**Assignment**
Give the number of lines in the material below that contain the word "flexShrink". No other content is needed.
Available data below:
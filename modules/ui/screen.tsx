import { useEffect, type ReactNode } from 'react'
import { View } from 'react-native'
import { useTranslation } from 'react-i18next'
import { Heading } from './heading'
import { gap } from './measures'
import { useWindowClass } from './use-window-class'

/**
 * One screen: the page's main landmark, its title in the tab and as the heading that takes the focus when it opens.
 */
export function Screen({
  title,
  children,
  actions,
  width = 'usual',
  before,
}: {
  title: string
  children: ReactNode
  /** Beside the heading on a wide window, under it on a phone. */
  actions?: ReactNode
  width?: 'narrow' | 'usual' | 'full'
  /** Above the heading: a way back. */
  before?: ReactNode
}) {
  const { t } = useTranslation()
  const windowClass = useWindowClass()
  useEffect(() => {
    document.title = t('ui.title', { page: title })
  }, [title, t])
  const side = windowClass === 'phone' ? gap.gutter : gap.large
  return (
    <View
      role="main"
      id="main"
      style={{
        // Never shorter than what it holds, so that its padding clears the bar.
        flexGrow: 1,
        flexShrink: 0,
        flexBasis: 'auto',
        width: '100%',
        maxWidth: { narrow: 680, usual: 1080, full: 1600 }[width],
        paddingHorizontal: side,
        paddingTop: gap.gutter,
        paddingBottom: gap.huge,
        gap: gap.medium,
      }}
    >
      {before}
      <View
        style={{
          flexDirection: 'row',
          flexWrap: 'wrap',
          gap: gap.medium,
          justifyContent: 'space-between',
          alignItems: 'flex-end',
        }}
      >
        <View style={{ flexShrink: 1, minWidth: 200 }}>
          <Heading level={1} takesFocus>
            {title}
          </Heading>
        </View>
        {actions !== undefined && (
          <View style={{ flexDirection: 'row', flexWrap: 'wrap', gap: gap.small, flexShrink: 1 }}>
            {actions}
          </View>
        )}
      </View>
      {children}
    </View>
  )
}
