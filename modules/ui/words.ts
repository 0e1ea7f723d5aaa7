import i18next from 'i18next'
import { initReactI18next } from 'react-i18next'
import { catalogue } from '@/shared/words/catalogue'

/** Every word on screen comes from the catalogue; another language is another entry in it. */
void i18next.use(initReactI18next).init({
  lng: 'en',
  fallbackLng: 'en',
  resources: { en: { translation: catalogue.en } },
  // React escapes what it shows.
  interpolation: { escapeValue: false },
  returnNull: false,
})

export const words = i18next
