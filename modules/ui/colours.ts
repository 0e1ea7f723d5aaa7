/** Colours of the three themes; contrast of every pair is recomputed in a test. */

export type StatusColours = { text: string; bg: string; edge: string }

const light = {
  yard: '#F4F3EE',
  sheet: '#FFFFFF',
  well: '#E9E8E1',
  hairline: '#D3D1C7',
  edge: '#6B746F',
  ink: '#16211F',
  inkSoft: '#414C48',
  inkFaint: '#5A6460',
  act: '#0B5B57',
  actPressed: '#074743',
  onAct: '#FFFFFF',
  actWash: '#DCEBE8',
  link: '#0A5450',
  focus: '#1D3FBF',
  fluid: '#A35303',
  fluidDeep: '#6E3A06',
  fluidWash: '#F6E6D3',
  headroom: '#5C7A8C',
  settled: {
    text: '#1E5631',
    bg: '#DFF0E1',
    edge: '#2F7A48',
  },
  check: {
    text: '#704000',
    bg: '#FBE7C6',
    edge: '#A3650A',
  },
  stop: {
    text: '#8A1A15',
    bg: '#FADEDA',
    edge: '#B3312A',
  },
  waiting: {
    text: '#2D4373',
    bg: '#DFE6F5',
    edge: '#4E68A6',
  },
  voided: {
    text: '#45494E',
    bg: '#E4E5E6',
    edge: '#6D7277',
  },
  note: {
    text: '#0F4A6C',
    bg: '#DAECF6',
    edge: '#2A769F',
  },
}

const dark = {
  yard: '#111A18',
  sheet: '#1B2523',
  well: '#0B1211',
  hairline: '#34403D',
  edge: '#84918C',
  ink: '#EEF2EF',
  inkSoft: '#BCC7C2',
  inkFaint: '#98A5A0',
  act: '#7CCFC4',
  actPressed: '#A4E2DA',
  onAct: '#06201D',
  actWash: '#17332F',
  link: '#8FD8CE',
  focus: '#A9BEFF',
  fluid: '#CD8A51',
  fluidDeep: '#E5B187',
  fluidWash: '#3A2A1B',
  headroom: '#7F9DAF',
  settled: {
    text: '#A8DDB5',
    bg: '#17331F',
    edge: '#5FA875',
  },
  check: {
    text: '#F2CD8C',
    bg: '#3A2A0C',
    edge: '#C79238',
  },
  stop: {
    text: '#F6B8B1',
    bg: '#411714',
    edge: '#DB7A71',
  },
  waiting: {
    text: '#BECDF2',
    bg: '#1C2946',
    edge: '#7F97D3',
  },
  voided: {
    text: '#C6CACD',
    bg: '#2B3033',
    edge: '#8C9397',
  },
  note: {
    text: '#A9D6EF',
    bg: '#0F2D3F',
    edge: '#5AA3C9',
  },
}

const glare = {
  yard: '#FFFFFF',
  sheet: '#FFFFFF',
  well: '#F2F2F2',
  hairline: '#8A8A8A',
  edge: '#1A1A1A',
  ink: '#000000',
  inkSoft: '#1C1C1C',
  inkFaint: '#333333',
  act: '#003B38',
  actPressed: '#002624',
  onAct: '#FFFFFF',
  actWash: '#E3F0EE',
  link: '#003B38',
  focus: '#001F9C',
  fluid: '#7A3B00',
  fluidDeep: '#4D2500',
  fluidWash: '#FBEBDA',
  headroom: '#35525F',
  settled: {
    text: '#0B3A1B',
    bg: '#FFFFFF',
    edge: '#0B3A1B',
  },
  check: {
    text: '#4A2900',
    bg: '#FFFFFF',
    edge: '#4A2900',
  },
  stop: {
    text: '#6B0500',
    bg: '#FFFFFF',
    edge: '#6B0500',
  },
  waiting: {
    text: '#14275A',
    bg: '#FFFFFF',
    edge: '#14275A',
  },
  voided: {
    text: '#2B2B2B',
    bg: '#FFFFFF',
    edge: '#2B2B2B',
  },
  note: {
    text: '#00324D',
    bg: '#FFFFFF',
    edge: '#00324D',
  },
}

export const themes = { light, dark, glare }

export type ThemeName = keyof typeof themes
export type Colours = typeof light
End of Available data.
**Finished task**
3